/* What holds what: onset, adrift, healing, debt at its limit, gaps, border, cavities. */
#include "check/stage.h"

/* A block on the plate with an island beside it that starts in layer 5. */
static stage with_island(int joins_in)
{
    stage s = stage_new(60, 40, 12);
    stage_box(&s, 5, 5, 0, 25, 25, 12, 255);
    stage_box(&s, 30, 5, 5, 40, 25, 12, 255);
    if (joins_in > 0)
        stage_box(&s, 25, 5, joins_in, 30, 25, 12, 255);
    return s;
}

static void island_starts_with_nothing(void **state)
{
    (void)state;
    stage s = with_island(0);
    fw_report report = stage_judge(&s);
    const fw_finding *onset = finding_of(&report, FW_ONSET);
    const fw_finding *adrift = finding_of(&report, FW_ADRIFT);
    assert_int_equal(report.layer[5].onset_px, 200);
    assert_int_equal(report.layer[6].onset_px, 0);
    assert_int_equal(report.layer[11].adrift_px, 200);
    assert_int_equal(onset->severity, FW_FAIL);
    assert_int_equal(onset->layer, 5);
    assert_int_equal(adrift->severity, FW_FAIL);
    assert_int_equal(adrift->layer, 7); /* its first two layers belong to the onset */
    assert_int_equal(report.verdict, FW_FAILED);
    assert_int_equal(report.part_count, 2);
    fw_report_free(&report);
    stage_free(&s);
}

/* heal_layers 1: joining in the next layer is a note, one later a failure. */
static void healing_has_a_limit(void **state)
{
    (void)state;
    for (int late = 0; late < 2; late++) {
        stage s = with_island(6 + late);
        fw_report report = stage_judge(&s);
        assert_int_equal(finding_of(&report, FW_ONSET)->severity, late ? FW_FAIL : FW_NOTE);
        assert_int_equal(report.layer[5].onset_px, 200);
        assert_int_equal(report.layer[5].adrift_px, 200);
        assert_int_equal(report.layer[6].adrift_px, late ? 200 : 0);
        assert_int_equal(report.layer[8].adrift_px, 0);
        fw_report_free(&report);
        stage_free(&s);
    }
}

/* Two pixels cannot hold a tip of 0.3 mm. */
static void small_onset_is_a_warning(void **state)
{
    (void)state;
    stage s = stage_new(30, 30, 8);
    stage_box(&s, 2, 2, 0, 12, 12, 8, 255);
    stage_box(&s, 20, 20, 4, 22, 21, 8, 255);
    fw_report report = stage_judge(&s);
    assert_int_equal(finding_of(&report, FW_ONSET)->severity, FW_WARN);
    assert_null(finding_of(&report, FW_ADRIFT));
    assert_int_equal(report.layer[7].adrift_px, 2);
    fw_report_free(&report);
    stage_free(&s);
}

/* A ledge of 15 pixels of 0.1 mm reaches 1.5 mm, which is allowed; 16 do not. */
static void ledge_at_the_limit(void **state)
{
    (void)state;
    for (int beyond = 0; beyond < 2; beyond++) {
        stage s = stage_new(60, 20, 6);
        stage_box(&s, 5, 5, 0, 20, 15, 6, 255);
        stage_box(&s, 20, 5, 4, 35 + beyond, 15, 6, 255);
        fw_report report = stage_judge(&s);
        assert_int_equal(report.layer[4].overreach_px, beyond ? 10 : 0);
        assert_int_equal(finding_of(&report, FW_OVERREACH) != NULL, beyond);
        assert_int_equal(report.layer[5].overreach_px,
                         0); /* a wall pays one pixel back at 45 deg */
        fw_report_free(&report);
        stage_free(&s);
    }
}

/* A wall at the self-supporting angle never runs up a debt. */
static void slope_at_the_angle(void **state)
{
    (void)state;
    stage s = stage_new(80, 20, 40);
    for (int n = 0; n < 40; n++)
        stage_box(&s, 5, 5, n, 20 + n, 15, n + 1, 255);
    fw_report report = stage_judge(&s);
    for (int n = 0; n < 40; n++)
        assert_int_equal(report.layer[n].overreach_px, 0);
    fw_report_free(&report);
    stage_free(&s);
}

static void gap_and_border(void **state)
{
    (void)state;
    stage s = stage_new(30, 30, 10);
    stage_box(&s, 0, 5, 0, 12, 15, 4, 255);
    stage_box(&s, 3, 5, 6, 12, 15, 10, 255);
    fw_report report = stage_judge(&s);
    const fw_finding *gap = finding_of(&report, FW_GAP_LAYER);
    assert_int_equal(gap->layer, 4);
    assert_int_equal(gap->severity, FW_FAIL);
    assert_int_equal(finding_of(&report, FW_BORDER_SOLID)->severity, FW_WARN);
    assert_int_equal(finding_of(&report, FW_BORDER_SOLID)->last_layer, 3);
    fw_report_free(&report);
    stage_free(&s);
}

/* A cup: its hole is closed toward the plate, so it sucks; a lid in layer 8 encloses it. */
static void cup_and_lid(void **state)
{
    (void)state;
    for (int lid = 0; lid < 2; lid++) {
        stage s = stage_new(40, 40, 10);
        stage_box(&s, 5, 5, 0, 35, 35, 10, 255);
        stage_box(&s, 10, 10, 3, 30, 30, lid ? 8 : 10, 0);
        fw_report report = stage_judge(&s);
        assert_true(fabs(report.layer[3].blind_cavity_mm2 - 4.0) < 1e-9);
        assert_true(report.layer[2].blind_cavity_mm2 == 0);
        assert_int_equal(finding_of(&report, FW_BLIND_CAVITY)->count, lid ? 5 : 7);
        const fw_finding *enclosed = finding_of(&report, FW_ENCLOSED_RESIN);
        assert_int_equal(enclosed != NULL, lid);
        if (lid)
            assert_int_equal(enclosed->pixels, 5 * 400);
        fw_report_free(&report);
        stage_free(&s);
    }
}

/* The same hole with a slot to the outside in one layer is open to the vat from there on. */
static void vented_cup(void **state)
{
    (void)state;
    stage s = stage_new(40, 40, 10);
    stage_box(&s, 5, 5, 0, 35, 35, 10, 255);
    stage_box(&s, 10, 10, 3, 30, 30, 10, 0);
    stage_box(&s, 0, 18, 5, 10, 22, 6, 0);
    fw_report report = stage_judge(&s);
    assert_true(report.layer[4].blind_cavity_mm2 > 3.9);
    assert_true(report.layer[5].blind_cavity_mm2 == 0);
    assert_true(report.layer[9].blind_cavity_mm2 == 0);
    fw_report_free(&report);
    stage_free(&s);
}

static void without_cards_it_is_incomplete(void **state)
{
    (void)state;
    stage s = with_island(0);
    s.job.has_resin = s.job.has_machine = false;
    fw_report report = stage_judge(&s);
    assert_int_equal(report.verdict, FW_INCOMPLETE);
    assert_int_equal(report.layer[5].onset_px, 200);
    assert_true(isnan(report.layer[5].peel_N));
    fw_report_free(&report);
    stage_free(&s);
}

int main(void)
{
    const struct CMUnitTest tests[] = {cmocka_unit_test(island_starts_with_nothing),
                                       cmocka_unit_test(healing_has_a_limit),
                                       cmocka_unit_test(small_onset_is_a_warning),
                                       cmocka_unit_test(ledge_at_the_limit),
                                       cmocka_unit_test(slope_at_the_angle),
                                       cmocka_unit_test(gap_and_border),
                                       cmocka_unit_test(cup_and_lid),
                                       cmocka_unit_test(vented_cup),
                                       cmocka_unit_test(without_cards_it_is_incomplete)};
    return cmocka_run_group_tests(tests, NULL, NULL);
}
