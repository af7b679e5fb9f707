#include "fault/memory.h"

#include <stdlib.h>

fw_status fw_allocate(void **out, size_t count, size_t size, const char *holder, fw_fault *fault)
{
    const bool overflows = size > 0 && count > SIZE_MAX / size;
    *out = overflows ? NULL : calloc(count > 0 ? count : 1, size);
    return *out != NULL ? FW_OK : fw_fault_memory(fault, holder);
}

fw_status fw_grow(void **array, size_t *capacity, size_t need, size_t size, const char *holder,
                  fw_fault *fault)
{
    if (need <= *capacity)
        return FW_OK;
    size_t target = *capacity + *capacity / 2;
    if (target < need)
        target = need;
    if (target < 16)
        target = 16;
    if (target > SIZE_MAX / size)
        return fw_fault_memory(fault, holder);
    void *grown = realloc(*array, target * size);
    if (grown == NULL)
        return fw_fault_memory(fault, holder);
    *array = grown;
    *capacity = target;
    return FW_OK;
}

bool fw_budget_fits(const fw_budget *budget, size_t bytes)
{
    return bytes <= budget->limit && budget->used <= budget->limit - bytes;
}

void fw_budget_charge(fw_budget *budget, size_t bytes)
{
    budget->used += bytes;
    if (budget->used > budget->peak)
        budget->peak = budget->used;
}

void fw_budget_release(fw_budget *budget, size_t bytes)
{
    budget->used -= bytes;
}
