/* Random blotches of discs: F <= P A, F <= the rows' bound, F <= F without a cap. */
static void stays_under_every_bound(void **state)
{
    (void)state;
    uint64_t seed = 20240607;
    for (int run = 0; run < 12; run++) {
        layer l = {.stage = stage_new(120, 90, 1)}, free_film = {.stage = stage_new(120, 90, 1)};
        fluid(&l.stage, 100);
        l.stage.job.machine.cap_kPa = 20;
        for (int i = 0; i < 14; i++) {
            seed = seed * UINT64_C(6364136223846793005) + UINT64_C(1442695040888963407);
            const double x = (double)(seed >> 33 & 127), y = (double)(seed >> 43 & 127);
            stage_disc(&l.stage, x, y, 2 + (double)(seed >> 53 & 15), 0, 1, i % 4 == 3 ? 0 : 255);
        }
        memcpy(free_film.stage.grey, l.stage.grey, 120 * 90);
        free_film.stage.job = l.stage.job;
        free_film.stage.job.machine.cap_kPa = 1e9;
        solve(&l, SEALED_HOLES);
        solve(&free_film, SEALED_HOLES);
        assert_true(l.peel.force_N <= free_film.peel.force_N * (1 + 2e-3)); /* work tolerance */
        for (uint32_t c = 0; c < l.peel.count; c++) {
            const fw_cluster *cluster = &l.peel.cluster[c];
            const fw_cluster *uncapped = &free_film.peel.cluster[c];
            assert_true(cluster->solution != NULL);
            assert_true(cluster->force_N <= l.setup.cap_MPa * cluster->solution->area_mm2);
            if (!cluster->sealed)
                assert_true(uncapped->force_N <= l.setup.q * cluster->bound_mm4 * (1 + 1e-9));
        }
        layer_free(&l);
        layer_free(&free_film);
    }
}

/* Below a hundredth of the smallest limit the bound stands in, on the safe side. */
static void negligible_films_are_bounded(void **state)
{
    (void)state;
    double force[2];
    for (int unsolved = 0; unsolved < 2; unsolved++) {
        layer l = {.stage = stage_new(40, 20, 1)};
        fluid(&l.stage, 100);
        stage_box(&l.stage, 5, 5, 0, 25, 11, 1, 255);
        if (unsolved)
            l.stage.job.max_peel_N = 0;
        solve(&l, OPEN_HOLES);
        assert_int_equal(l.peel.limited_by, unsolved ? FW_BY_BOUND : FW_BY_FILM);
        assert_int_equal(l.peel.cluster[0].solution == NULL, unsolved);
        force[unsolved] = l.peel.force_N;
        if (unsolved)
            assert_true(force[1] < l.setup.unsolved_N);
        layer_free(&l);
    }
    assert_true(force[1] >= force[0]);
}

/* At both ends of the gap range: what a direct solve at that gap gives. */
static void range_agrees_with_direct_solves(void **state)
{
    (void)state;
    static const double gap_um[2] = {60, 160};
    layer l = disc(100, 60, 25);
    l.stage.job.machine.cap_kPa = 60;
    l.stage.job.machine.gap_range_um[0] = gap_um[0];
    l.stage.job.machine.gap_range_um[1] = gap_um[1];
    solve(&l, SEALED_HOLES);
    double bound[2];
    fw_peel_range_bound(&l.setup, &l.peel, bound);
    assert_int_equal(fw_peel_range(&l.setup, l.memo, &l.peel, NULL), FW_OK);
    for (int end = 0; end < 2; end++) {
        layer direct = disc(100, 60, 25);
        direct.stage.job.machine.cap_kPa = 60;
        direct.stage.job.machine.gap_um = gap_um[end];
        solve(&direct, SEALED_HOLES);
        assert_near(l.peel.range_N[end], direct.peel.force_N, 0.01); /* the curve's own step */
        assert_true(bound[end] >= direct.peel.force_N * (1 - 1e-3)); /* the work tolerance */
        assert_true(bound[end] >= l.peel.range_N[end] * (1 - 1e-3));
        layer_free(&direct);
    }
    assert_true(l.peel.range_N[0] > l.peel.force_N && l.peel.range_N[1] < l.peel.force_N);
    layer_free(&l);
}

/* At the narrow end no film pulls more than the liquid holds, one that was not solved neither. */
static void range_stays_under_the_cap(void **state)
{
    (void)state;
    layer l = {.stage = stage_new(30, 30, 1)};
    fluid(&l.stage, 100);
    stage_box(&l.stage, 5, 5, 0, 25, 25, 1, 255);
    l.stage.job.max_peel_N = 0;
    l.stage.job.machine.cap_kPa = 101.325;
    l.stage.job.machine.gap_um = 200;
    l.stage.job.machine.gap_range_um[0] = 20;
    solve(&l, OPEN_HOLES);
    assert_int_equal(l.peel.limited_by, FW_BY_BOUND);
    double bound[2];
    fw_peel_range_bound(&l.setup, &l.peel, bound);
    assert_int_equal(fw_peel_range(&l.setup, l.memo, &l.peel, NULL), FW_OK);
    const double most = 0.101325 * area_of(&l) * (1 + 1e-12);
    assert_true(l.peel.range_N[0] <= most);
    assert_true(bound[0] <= most);
    layer_free(&l);
}

/* A slot that held another layer before gives the same as a fresh one. */
static void slots_forget(void **state)
{
    (void)state;
    layer l = disc(100, 40, 15), other = disc(100, 40, 0);
    solve(&other, OPEN_HOLES);
    solve(&l, SEALED_HOLES);
    const double force = l.peel.force_N;
    const uint8_t no_posts[4] = {0};
    const uint32_t open[4] = {UINT32_MAX, UINT32_MAX, UINT32_MAX, UINT32_MAX};
    const fw_openings none = {&other.slice.voids, &other.slice.void_regions, open, 0};
    const fw_openings holes = {&l.slice.voids, &l.slice.void_regions, l.sealed, 0};
    assert_int_equal(
        fw_peel_solve(&other.setup, &other.slice, no_posts, &none, l.memo, &l.peel, NULL), FW_OK);
    assert_true(l.peel.force_N == other.peel.force_N);
    assert_int_equal(fw_peel_solve(&l.setup, &l.slice, l.posts_only, &holes, l.memo, &l.peel, NULL),
                     FW_OK);
    assert_true(l.peel.force_N == force);
    layer_free(&l);
    layer_free(&other);
}

/* Reciprocity: the integral of u_tilt is that of u_pull times 1 + faster, and on a disc that is its
 * value in the middle. The hinge 5 mm beside the image, the plate's centre 37 mm from it. */
static void a_plate_that_tilts(void **state)
{
    (void)state;
    for (int turned = 0; turned < 2; turned++) {
        layer pull = disc(100, 40, 0), tilt = disc(100, 40, 0);
        solve(&pull, OPEN_HOLES);
        tilt.stage.job.machine.mode = FW_MODE_TILT;
        tilt.stage.job.machine.hinge_mm = (fw_points){2, {{-5, 3}, {-5, turned ? 9 : -9}}};
        solve(&tilt, OPEN_HOLES);
        const double middle = 0.5 * tilt.stage.width * tilt.setup.px_mm;
        assert_int_equal(tilt.peel.limited_by, FW_BY_FILM);
        assert_near(tilt.peel.force_N, pull.peel.force_N * (5 + middle) / 37, 2e-3);
        for (uint32_t c = 0; c < tilt.peel.count; c++)
            assert_true(tilt.peel.cluster[c].force_N <=
                        tilt.setup.q * tilt.peel.cluster[c].bound_mm4);
        layer_free(&pull);
        layer_free(&tilt);
    }
}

**Assignment**
Repeat word for word the lines above that run from the line containing "if (grown == NULL)" through the line containing "const double x", both ends included, and nothing else.

**Expected answer**
    if (grown == NULL)
        return fw_fault_memory(fault, holder);
    *array = grown;
    *capacity = target;
    return FW_OK;
}

bool fw_budget_fits(const fw_budget *budget, size_t bytes)
{
    return bytes <= budget->limit && budget->used <= budget->limit - bytes;
}

void fw_budget_charge(fw_budget *budget, size_t bytes)
{
    budget->used += bytes;
    if (budget->used > budget->peak)
        budget->peak = budget->used;
}

void fw_budget_release(fw_budget *budget, size_t bytes)
{
    budget->used -= bytes;
}
/* Random blotches of discs: F <= P A, F <= the rows' bound, F <= F without a cap. */
static void stays_under_every_bound(void **state)
{
    (void)state;
    uint64_t seed = 20240607;
    for (int run = 0; run < 12; run++) {
        layer l = {.stage = stage_new(120, 90, 1)}, free_film = {.stage = stage_new(120, 90, 1)};
        fluid(&l.stage, 100);
        l.stage.job.machine.cap_kPa = 20;
        for (int i = 0; i < 14; i++) {
            seed = seed * UINT64_C(6364136223846793005) + UINT64_C(1442695040888963407);
            const double x = (double)(seed >> 33 & 127), y = (double)(seed >> 43 & 127);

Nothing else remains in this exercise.